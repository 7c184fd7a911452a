import {
  BOUNDS,
  EARLIER_FIELD,
  EARLIER_VALUE,
  type FieldPlan,
  LAST_RESIDUAL,
  LAST_VALUE,
  NO_CONTEXT,
  VALUE_BEFORE,
} from '../models/field-plan.ts';
import { TRANSFORM_CODES } from '../models/field-residual.ts';
import { MOST_TOKENS, tokenCount } from '../models/field-token.ts';
import { integerBytes } from './cost.ts';

/** A table as it lies in flash. */
export interface FlashArray {
  readonly name: string;
  readonly elementBytes: 1 | 2 | 4;
  readonly values: ArrayLike<number>;
  /** What it holds, in words. */
  readonly comment: string;
}

/** What of the programs a plan needs. */
export interface FieldShape {
  readonly parts: number;
  /** Parts whose lowest byte comes last. */
  readonly reversed: boolean;
  readonly delta2: boolean;
  /** Contexts that ask for the class of a value. */
  readonly classes: boolean;
  /** First values beside those of another part. */
  readonly beside: boolean;
  /** `wide`: predictions of so many bits that a sum of 32 does not hold them. */
  readonly linear: 'none' | 'narrow' | 'wide';
}

/** What a part's value is held against, as the programs tell it; bits are compared up to `BEFORE_BITS`. */
const HELD_AGAINST = {
  ZERO_BITS: 0,
  BEFORE_BITS: 1,
  ZERO: 2,
  BEFORE: 3,
  DELTA2: 4,
  LINEAR: 5,
} as const;

/** Contexts as the programs tell them. */
const ASKS = { NOTHING: 0, LAST_SIZE: 1, SIZE_OF: 2, VALUE_OF: 3, VALUE_BEFORE: 4 } as const;

const ASKED_BY_KIND: ReadonlyMap<number, number> = new Map([
  [NO_CONTEXT, ASKS.NOTHING],
  [LAST_RESIDUAL, ASKS.LAST_SIZE],
  [LAST_VALUE, ASKS.VALUE_BEFORE],
  [EARLIER_FIELD, ASKS.SIZE_OF],
  [EARLIER_VALUE, ASKS.VALUE_OF],
  [VALUE_BEFORE, ASKS.VALUE_BEFORE],
]);

/** A weighted sum has so many bits of fraction, and 32 in all. */
const MOST_NARROW_WIDTH = 32 - 12;

const heldAgainst = (transform: number, signed: number): number => {
  switch (transform) {
    case TRANSFORM_CODES.raw:
      return signed === 1 ? HELD_AGAINST.ZERO : HELD_AGAINST.ZERO_BITS;
    case TRANSFORM_CODES.xor:
      return HELD_AGAINST.BEFORE_BITS;
    case TRANSFORM_CODES.delta:
      return HELD_AGAINST.BEFORE;
    case TRANSFORM_CODES.delta2:
      return HELD_AGAINST.DELTA2;
    default:
      return HELD_AGAINST.LINEAR;
  }
};

const partsOf = (plan: FieldPlan): number[] => Array.from({ length: plan.partCount }, (_, i) => i);

/** Parts of which a context asks the class of a value. */
function classedParts(plan: FieldPlan): number[] {
  const asked = new Set(
    partsOf(plan)
      .filter((part) => [LAST_VALUE, EARLIER_VALUE, VALUE_BEFORE].includes(plan.contexts[part]))
      .map((part) => plan.contextParts[part]),
  );
  return [...asked].sort((a, b) => a - b);
}

export function fieldShape(plan: FieldPlan): FieldShape {
  const { layout, transforms, firstParts } = plan;
  const linear = partsOf(plan).filter((part) => transforms[part] === TRANSFORM_CODES.linear);
  return {
    parts: plan.partCount,
    reversed: layout.places.some(({ reversed }) => reversed),
    delta2: transforms.includes(TRANSFORM_CODES.delta2),
    classes: classedParts(plan).length > 0,
    beside: firstParts.some((part) => part >= 0),
    linear:
      linear.length === 0
        ? 'none'
        : linear.some((part) => layout.widths[part] > MOST_NARROW_WIDTH)
          ? 'wide'
          : 'narrow',
  };
}

/** Constants of the programs, those of the frame and the range coder apart. */
export function fieldConstants({ partCount, layout }: FieldPlan): ReadonlyMap<string, number> {
  return new Map<string, number>([
    ['PARTS', partCount],
    ['RECORD', layout.bytes],
    ['BOUNDS', BOUNDS],
    ...Object.entries(HELD_AGAINST),
    ...Object.entries(ASKS),
  ]);
}

const array = (name: string, values: ArrayLike<number>, comment: string): FlashArray => {
  let greatest = 1;
  for (let i = 0; i < values.length; i++) greatest = Math.max(greatest, values[i]);
  return { name, elementBytes: integerBytes(greatest) as 1 | 2 | 4, values, comment };
};

/** Tables that say how the parts of a record are coded; those that none of its parts asks are left out. */
export function fieldPlanArrays(plan: FieldPlan): FlashArray[] {
  const { layout, contexts, contextParts, firstParts, slotStart, tableStart } = plan;
  const { widths, signed, places } = layout;
  const parts = partsOf(plan);
  const classed = classedParts(plan);
  const { reversed, classes, beside, linear } = fieldShape(plan);
  const given = (condition: boolean, arrays: () => FlashArray[]): FlashArray[] =>
    condition ? arrays() : [];
  const each = <T>(list: readonly T[], of: (item: T) => number): number[] => list.map(of);
  return [
    array(
      'part_low_at',
      each(places, (p) => p.lowAt),
      'For each part: where its lowest byte lies,',
    ),
    array(
      'part_bytes',
      each(places, (p) => p.count),
      'in how many bytes it lies,',
    ),
    ...given(reversed, () => [
      array(
        'part_reversed',
        each(places, (p) => Number(p.reversed)),
        'whether that comes last,',
      ),
    ]),
    array(
      'part_shift',
      each(places, (p) => p.shift),
      'its lowest bit,',
    ),
    array('part_width', widths, 'how many bits it has,'),
    ...given(classes || beside || linear !== 'none', () => [
      array('part_signed', signed, "whether they are two's complement,"),
    ]),
    array(
      'part_transform',
      each(parts, (part) => heldAgainst(plan.transforms[part], signed[part])),
      'what its value is held against,',
    ),
    array(
      'part_context',
      each(parts, (p) => ASKED_BY_KIND.get(contexts[p])!),
      'what is asked,',
    ),
    array('part_asked', contextParts, 'of which part,'),
    array('part_tokens', Array.from(widths, tokenCount), 'how many tokens it has,'),
    array(
      'table_start',
      each(parts, (part) => slotStart[tableStart[part]]),
      'and where its first table begins.',
    ),
    array('references', plan.references, 'What the first value of a message is held against,'),
    ...given(beside, () => [
      array(
        'part_first',
        each(parts, (part) => (firstParts[part] < 0 ? part : firstParts[part])),
        'added to that of this part, where it is another.',
      ),
    ]),
    ...given(classes, () => [
      array(
        'part_bounds',
        each(parts, (part) => Math.max(0, classed.indexOf(part))),
        'Which bounds part its values into classes:',
      ),
      array(
        'bounds',
        classed.flatMap((part) =>
          Array.from(plan.bounds.subarray(part * BOUNDS, (part + 1) * BOUNDS), (b) => b - 1),
        ),
        'a value above is of a higher class; signs turned.',
      ),
    ]),
    ...given(linear !== 'none', () => [
      array('input_start', plan.inputStart, 'Where the parts begin that a prediction asks,'),
      // An array needs an element, and no part need ask another.
      array('inputs', plan.inputs.length === 0 ? [0] : plan.inputs, 'these parts,'),
      array('weight_start', plan.weightStart.slice(0, -1), 'where its weights begin,'),
      {
        name: 'weights',
        elementBytes: 2,
        values: Array.from(plan.weights, (weight) => weight & 0xffff),
        comment: "and these, in 1/4096, two's complement.",
      },
    ]),
  ];
}

export const flashBytesOf = (arrays: readonly FlashArray[]): number =>
  arrays.reduce((sum, { values, elementBytes }) => sum + values.length * elementBytes, 0);

/** For each token of each table where its interval begins; `frequencies` are those of all slots, at one total. */
export function tokenArray(plan: FieldPlan, frequencies: Uint32Array): FlashArray {
  const lows = new Uint32Array(plan.slotCount);
  for (let table = 0; table < plan.tableCount; table++) {
    let low = 0;
    for (let slot = plan.slotStart[table]; slot < plan.slotStart[table + 1]; slot++) {
      lows[slot] = low;
      low += frequencies[slot];
    }
  }
  return {
    name: 'token_low',
    elementBytes: 2,
    values: lows,
    comment: 'For each token of each table: where its interval begins.',
  };
}

/** Most bits of a record beside the frame: tokens of the least frequency, extra bits, what divisions drop. */
export function longestRecordBits({ layout }: FieldPlan, totalBits: number): number {
  return Array.from(layout.widths).reduce(
    (sum, width) =>
      sum + totalBits + 1 + (tokenCount(width) === MOST_TOKENS ? 30 : Math.max(0, width - 2)),
    0,
  );
}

#### Problem description:
Using only the listing above, restate exactly the lines from the line containing "linear.length === 0" through the line containing "let greatest = 1;", both included.

#### Task solution:
      linear.length === 0
        ? 'none'
        : linear.some((part) => layout.widths[part] > MOST_NARROW_WIDTH)
          ? 'wide'
          : 'narrow',
  };
}

/** Constants of the programs, those of the frame and the range coder apart. */
export function fieldConstants({ partCount, layout }: FieldPlan): ReadonlyMap<string, number> {
  return new Map<string, number>([
    ['PARTS', partCount],
    ['RECORD', layout.bytes],
    ['BOUNDS', BOUNDS],
    ...Object.entries(HELD_AGAINST),
    ...Object.entries(ASKS),
  ]);
}

const array = (name: string, values: ArrayLike<number>, comment: string): FlashArray => {
  let greatest = 1;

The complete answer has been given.